START Data excerpts

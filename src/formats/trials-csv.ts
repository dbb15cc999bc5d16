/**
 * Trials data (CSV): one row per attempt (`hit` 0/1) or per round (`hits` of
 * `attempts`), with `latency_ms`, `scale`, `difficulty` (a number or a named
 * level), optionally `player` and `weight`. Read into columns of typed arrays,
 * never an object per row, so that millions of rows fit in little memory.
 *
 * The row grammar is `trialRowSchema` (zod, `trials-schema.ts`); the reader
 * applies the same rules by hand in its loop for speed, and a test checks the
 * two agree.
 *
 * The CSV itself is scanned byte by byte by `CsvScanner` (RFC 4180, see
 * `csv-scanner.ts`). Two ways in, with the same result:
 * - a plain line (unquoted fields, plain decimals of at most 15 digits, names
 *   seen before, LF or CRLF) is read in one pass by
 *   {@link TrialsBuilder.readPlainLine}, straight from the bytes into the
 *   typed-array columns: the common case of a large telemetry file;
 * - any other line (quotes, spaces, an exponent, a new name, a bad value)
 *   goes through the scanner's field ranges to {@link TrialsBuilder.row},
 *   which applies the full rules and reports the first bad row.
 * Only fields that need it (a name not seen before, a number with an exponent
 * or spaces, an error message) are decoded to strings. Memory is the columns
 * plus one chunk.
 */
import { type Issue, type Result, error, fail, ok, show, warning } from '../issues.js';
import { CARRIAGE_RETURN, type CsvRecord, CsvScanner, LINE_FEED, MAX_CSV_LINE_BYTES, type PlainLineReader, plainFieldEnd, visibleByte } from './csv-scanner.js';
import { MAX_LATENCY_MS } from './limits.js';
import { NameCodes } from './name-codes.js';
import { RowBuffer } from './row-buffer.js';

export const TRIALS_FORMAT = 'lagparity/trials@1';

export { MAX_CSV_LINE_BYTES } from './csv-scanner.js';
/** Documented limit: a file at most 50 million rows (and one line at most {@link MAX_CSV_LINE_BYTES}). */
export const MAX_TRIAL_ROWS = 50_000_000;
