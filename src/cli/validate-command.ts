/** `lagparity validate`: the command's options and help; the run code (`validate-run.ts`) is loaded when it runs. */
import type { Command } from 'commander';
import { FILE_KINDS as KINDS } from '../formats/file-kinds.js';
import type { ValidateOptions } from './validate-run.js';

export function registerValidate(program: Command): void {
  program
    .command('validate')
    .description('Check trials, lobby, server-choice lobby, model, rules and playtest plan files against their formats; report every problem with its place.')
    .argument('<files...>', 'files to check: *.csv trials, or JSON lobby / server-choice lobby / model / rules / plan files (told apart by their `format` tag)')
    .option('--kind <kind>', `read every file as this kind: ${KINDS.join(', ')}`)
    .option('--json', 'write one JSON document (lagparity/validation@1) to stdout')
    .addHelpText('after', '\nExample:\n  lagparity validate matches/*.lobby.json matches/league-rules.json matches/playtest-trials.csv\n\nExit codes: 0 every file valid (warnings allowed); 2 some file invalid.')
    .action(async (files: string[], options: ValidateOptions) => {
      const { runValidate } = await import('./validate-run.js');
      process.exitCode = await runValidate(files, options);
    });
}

END Data excerpts

→ Task
Transcribe every entry verbatim.

→ Result for this task
filename src/formats/trials-csv.ts
repository dbb15cc999bc5d16
/**
 * Trials data (CSV): one row per attempt (`hit` 0/1) or per round (`hits` of
 * `attempts`), with `latency_ms`, `scale`, `difficulty` (a number or a named
 * level), optionally `player` and `weight`. Read into columns of typed arrays,
 * never an object per row, so that millions of rows fit in little memory.
 *
 * The row grammar is `trialRowSchema` (zod, `trials-schema.ts`); the reader
 * applies the same rules by hand in its loop for speed, and a test checks the
 * two agree.
 *
 * The CSV itself is scanned byte by byte by `CsvScanner` (RFC 4180, see
 * `csv-scanner.ts`). Two ways in, with the same result:
 * - a plain line (unquoted fields, plain decimals of at most 15 digits, names
 *   seen before, LF or CRLF) is read in one pass by
 *   {@link TrialsBuilder.readPlainLine}, straight from the bytes into the
 *   typed-array columns: the common case of a large telemetry file;
 * - any other line (quotes, spaces, an exponent, a new name, a bad value)
 *   goes through the scanner's field ranges to {@link TrialsBuilder.row},
 *   which applies the full rules and reports the first bad row.
 * Only fields that need it (a name not seen before, a number with an exponent
 * or spaces, an error message) are decoded to strings. Memory is the columns
 * plus one chunk.
 */
import { type Issue, type Result, error, fail, ok, show, warning } from '../issues.js';
import { CARRIAGE_RETURN, type CsvRecord, CsvScanner, LINE_FEED, MAX_CSV_LINE_BYTES, type PlainLineReader, plainFieldEnd, visibleByte } from './csv-scanner.js';
import { MAX_LATENCY_MS } from './limits.js';
import { NameCodes } from './name-codes.js';
import { RowBuffer } from './row-buffer.js';

export const TRIALS_FORMAT = 'lagparity/trials@1';

export { MAX_CSV_LINE_BYTES } from './csv-scanner.js';
/** Documented limit: a file at most 50 million rows (and one line at most {@link MAX_CSV_LINE_BYTES}). */
export const MAX_TRIAL_ROWS = 50_000_000;
filename src/cli/validate-command.ts
/** `lagparity validate`: the command's options and help; the run code (`validate-run.ts`) is loaded when it runs. */
import type { Command } from 'commander';
import { FILE_KINDS as KINDS } from '../formats/file-kinds.js';
import type { ValidateOptions } from './validate-run.js';

export function registerValidate(program: Command): void {
  program
    .command('validate')
    .description('Check trials, lobby, server-choice lobby, model, rules and playtest plan files against their formats; report every problem with its place.')
    .argument('<files...>', 'files to check: *.csv trials, or JSON lobby / server-choice lobby / model / rules / plan files (told apart by their `format` tag)')
    .option('--kind <kind>', `read every file as this kind: ${KINDS.join(', ')}`)
    .option('--json', 'write one JSON document (lagparity/validation@1) to stdout')
    .addHelpText('after', '\nExample:\n  lagparity validate matches/*.lobby.json matches/league-rules.json matches/playtest-trials.csv\n\nExit codes: 0 every file valid (warnings allowed); 2 some file invalid.')
    .action(async (files: string[], options: ValidateOptions) => {
      const { runValidate } = await import('./validate-run.js');
      process.exitCode = await runValidate(files, options);
    });
}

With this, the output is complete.